§ Source data:
========

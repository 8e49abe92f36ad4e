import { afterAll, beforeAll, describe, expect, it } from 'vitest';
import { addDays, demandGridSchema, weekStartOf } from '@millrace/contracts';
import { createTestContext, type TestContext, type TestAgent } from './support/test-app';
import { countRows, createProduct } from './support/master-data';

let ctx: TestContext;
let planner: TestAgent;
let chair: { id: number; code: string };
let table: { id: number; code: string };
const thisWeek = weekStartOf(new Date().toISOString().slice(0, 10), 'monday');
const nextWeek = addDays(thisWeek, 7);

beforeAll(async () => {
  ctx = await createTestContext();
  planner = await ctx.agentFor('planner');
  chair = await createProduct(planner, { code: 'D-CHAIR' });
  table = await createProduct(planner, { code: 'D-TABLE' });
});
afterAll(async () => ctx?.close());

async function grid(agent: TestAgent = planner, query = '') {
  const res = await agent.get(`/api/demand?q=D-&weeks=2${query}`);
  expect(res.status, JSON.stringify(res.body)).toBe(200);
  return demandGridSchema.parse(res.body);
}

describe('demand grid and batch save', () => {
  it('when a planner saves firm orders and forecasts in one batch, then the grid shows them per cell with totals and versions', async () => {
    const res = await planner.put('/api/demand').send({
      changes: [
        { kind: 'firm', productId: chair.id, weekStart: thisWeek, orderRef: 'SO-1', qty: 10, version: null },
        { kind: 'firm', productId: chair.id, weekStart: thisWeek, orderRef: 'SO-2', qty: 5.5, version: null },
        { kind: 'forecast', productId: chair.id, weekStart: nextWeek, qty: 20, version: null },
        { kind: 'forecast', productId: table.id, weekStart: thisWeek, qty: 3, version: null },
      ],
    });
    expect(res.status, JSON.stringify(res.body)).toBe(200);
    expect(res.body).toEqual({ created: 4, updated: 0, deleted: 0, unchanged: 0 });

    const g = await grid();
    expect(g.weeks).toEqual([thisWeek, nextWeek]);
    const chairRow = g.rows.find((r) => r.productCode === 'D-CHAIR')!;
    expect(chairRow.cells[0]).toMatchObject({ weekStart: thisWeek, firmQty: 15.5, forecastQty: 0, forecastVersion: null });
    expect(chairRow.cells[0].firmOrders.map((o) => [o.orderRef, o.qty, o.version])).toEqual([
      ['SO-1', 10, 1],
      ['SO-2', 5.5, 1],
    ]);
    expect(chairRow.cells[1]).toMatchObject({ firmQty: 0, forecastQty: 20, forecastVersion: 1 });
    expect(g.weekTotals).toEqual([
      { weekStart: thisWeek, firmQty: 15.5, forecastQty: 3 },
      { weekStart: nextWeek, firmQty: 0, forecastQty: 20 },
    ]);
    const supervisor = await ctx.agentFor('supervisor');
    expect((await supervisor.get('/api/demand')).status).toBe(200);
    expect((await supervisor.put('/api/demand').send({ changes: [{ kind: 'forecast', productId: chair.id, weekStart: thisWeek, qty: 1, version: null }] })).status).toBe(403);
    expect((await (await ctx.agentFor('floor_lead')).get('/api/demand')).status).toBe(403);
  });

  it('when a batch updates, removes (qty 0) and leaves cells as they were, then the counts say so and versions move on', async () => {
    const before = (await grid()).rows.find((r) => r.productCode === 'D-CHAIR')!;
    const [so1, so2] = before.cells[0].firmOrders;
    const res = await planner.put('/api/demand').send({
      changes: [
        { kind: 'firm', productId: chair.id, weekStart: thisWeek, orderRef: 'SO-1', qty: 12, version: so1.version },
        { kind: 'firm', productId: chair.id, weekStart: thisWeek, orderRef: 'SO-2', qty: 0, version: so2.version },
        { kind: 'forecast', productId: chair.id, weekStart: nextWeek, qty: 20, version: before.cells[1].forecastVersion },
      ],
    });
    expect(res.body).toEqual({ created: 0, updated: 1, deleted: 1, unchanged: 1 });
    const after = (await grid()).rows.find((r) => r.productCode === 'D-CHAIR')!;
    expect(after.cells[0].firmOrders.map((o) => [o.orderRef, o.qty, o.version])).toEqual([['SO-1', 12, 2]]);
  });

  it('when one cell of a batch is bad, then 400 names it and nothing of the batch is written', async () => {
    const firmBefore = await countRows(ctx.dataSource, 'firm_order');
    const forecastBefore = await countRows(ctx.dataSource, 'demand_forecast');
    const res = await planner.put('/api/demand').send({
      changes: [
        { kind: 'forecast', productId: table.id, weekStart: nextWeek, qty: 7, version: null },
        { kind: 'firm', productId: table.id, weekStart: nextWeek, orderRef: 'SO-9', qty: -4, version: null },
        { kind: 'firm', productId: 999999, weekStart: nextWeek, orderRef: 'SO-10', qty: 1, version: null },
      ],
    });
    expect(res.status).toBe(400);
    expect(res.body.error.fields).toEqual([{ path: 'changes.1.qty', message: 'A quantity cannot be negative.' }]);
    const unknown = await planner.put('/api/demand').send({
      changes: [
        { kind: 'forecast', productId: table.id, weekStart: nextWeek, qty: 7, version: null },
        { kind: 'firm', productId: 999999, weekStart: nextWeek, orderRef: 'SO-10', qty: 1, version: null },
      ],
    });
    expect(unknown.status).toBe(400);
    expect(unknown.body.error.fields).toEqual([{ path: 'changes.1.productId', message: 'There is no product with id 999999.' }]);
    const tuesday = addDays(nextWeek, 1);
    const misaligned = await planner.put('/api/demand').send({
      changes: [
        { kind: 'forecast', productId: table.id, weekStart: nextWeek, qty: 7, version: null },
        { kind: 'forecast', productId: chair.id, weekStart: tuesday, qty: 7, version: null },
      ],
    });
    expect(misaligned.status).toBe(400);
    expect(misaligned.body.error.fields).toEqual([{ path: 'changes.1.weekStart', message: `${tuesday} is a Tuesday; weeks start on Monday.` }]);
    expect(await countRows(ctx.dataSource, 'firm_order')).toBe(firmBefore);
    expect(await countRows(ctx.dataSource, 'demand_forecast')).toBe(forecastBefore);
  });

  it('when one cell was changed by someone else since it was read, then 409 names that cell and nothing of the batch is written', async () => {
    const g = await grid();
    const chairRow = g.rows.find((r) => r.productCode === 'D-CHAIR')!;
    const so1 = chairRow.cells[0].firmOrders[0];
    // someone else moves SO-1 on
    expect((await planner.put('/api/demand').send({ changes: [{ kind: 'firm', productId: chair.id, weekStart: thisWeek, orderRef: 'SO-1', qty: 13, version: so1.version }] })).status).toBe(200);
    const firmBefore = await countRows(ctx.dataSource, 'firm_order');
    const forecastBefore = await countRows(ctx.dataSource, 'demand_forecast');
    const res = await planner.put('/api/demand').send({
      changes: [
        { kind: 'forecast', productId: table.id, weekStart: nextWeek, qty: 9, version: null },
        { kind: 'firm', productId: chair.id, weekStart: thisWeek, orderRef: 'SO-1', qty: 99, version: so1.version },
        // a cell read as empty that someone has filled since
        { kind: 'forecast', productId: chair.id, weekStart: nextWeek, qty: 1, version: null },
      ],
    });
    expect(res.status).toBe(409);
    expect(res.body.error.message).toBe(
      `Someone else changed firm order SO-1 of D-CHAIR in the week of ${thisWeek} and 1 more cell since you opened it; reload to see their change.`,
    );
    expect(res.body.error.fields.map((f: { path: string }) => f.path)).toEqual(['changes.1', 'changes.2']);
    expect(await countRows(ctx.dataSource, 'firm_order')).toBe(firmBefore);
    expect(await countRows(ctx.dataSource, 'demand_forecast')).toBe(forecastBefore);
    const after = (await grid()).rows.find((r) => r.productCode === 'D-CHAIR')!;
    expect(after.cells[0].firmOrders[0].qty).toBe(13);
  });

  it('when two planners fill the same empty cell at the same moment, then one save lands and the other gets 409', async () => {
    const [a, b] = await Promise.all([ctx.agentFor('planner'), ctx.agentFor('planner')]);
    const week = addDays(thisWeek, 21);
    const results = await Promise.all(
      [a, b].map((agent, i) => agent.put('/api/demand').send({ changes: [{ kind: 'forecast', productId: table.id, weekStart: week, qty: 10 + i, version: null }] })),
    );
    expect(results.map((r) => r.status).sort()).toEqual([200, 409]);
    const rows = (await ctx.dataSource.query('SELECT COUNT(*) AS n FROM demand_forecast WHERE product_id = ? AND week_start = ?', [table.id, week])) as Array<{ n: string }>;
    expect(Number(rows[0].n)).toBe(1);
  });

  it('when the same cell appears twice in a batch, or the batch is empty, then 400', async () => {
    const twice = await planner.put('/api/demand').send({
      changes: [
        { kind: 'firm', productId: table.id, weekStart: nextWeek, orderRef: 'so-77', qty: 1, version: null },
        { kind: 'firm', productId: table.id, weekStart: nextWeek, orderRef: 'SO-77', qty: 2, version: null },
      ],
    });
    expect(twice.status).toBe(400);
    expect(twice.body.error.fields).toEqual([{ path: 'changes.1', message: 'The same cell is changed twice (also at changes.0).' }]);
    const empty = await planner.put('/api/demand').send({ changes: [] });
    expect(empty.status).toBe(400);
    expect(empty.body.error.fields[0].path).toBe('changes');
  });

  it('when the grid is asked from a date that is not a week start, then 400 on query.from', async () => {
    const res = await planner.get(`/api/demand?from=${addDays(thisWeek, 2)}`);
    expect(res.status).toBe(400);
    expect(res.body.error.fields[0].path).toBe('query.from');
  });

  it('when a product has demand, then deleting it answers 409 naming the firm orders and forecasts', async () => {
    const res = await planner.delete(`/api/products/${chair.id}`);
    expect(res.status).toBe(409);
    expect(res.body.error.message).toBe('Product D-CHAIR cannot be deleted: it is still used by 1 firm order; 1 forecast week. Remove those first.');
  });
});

========

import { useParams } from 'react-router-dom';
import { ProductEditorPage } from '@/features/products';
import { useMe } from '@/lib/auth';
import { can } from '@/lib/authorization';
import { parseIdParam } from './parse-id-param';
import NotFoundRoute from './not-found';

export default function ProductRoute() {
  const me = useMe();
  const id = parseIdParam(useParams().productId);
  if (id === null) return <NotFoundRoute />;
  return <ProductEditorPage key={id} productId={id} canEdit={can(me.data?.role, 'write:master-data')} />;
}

========

§ Directions: Taking the entries above, restate exactly those lines that fall between the line with "repository 8e49abe92f36ad4e" and the line with "type TestContext, type", keeping both of those lines too.

§ Response area:
repository 8e49abe92f36ad4e
import { afterAll, beforeAll, describe, expect, it } from 'vitest';
import { addDays, demandGridSchema, weekStartOf } from '@millrace/contracts';
import { createTestContext, type TestContext, type TestAgent } from './support/test-app';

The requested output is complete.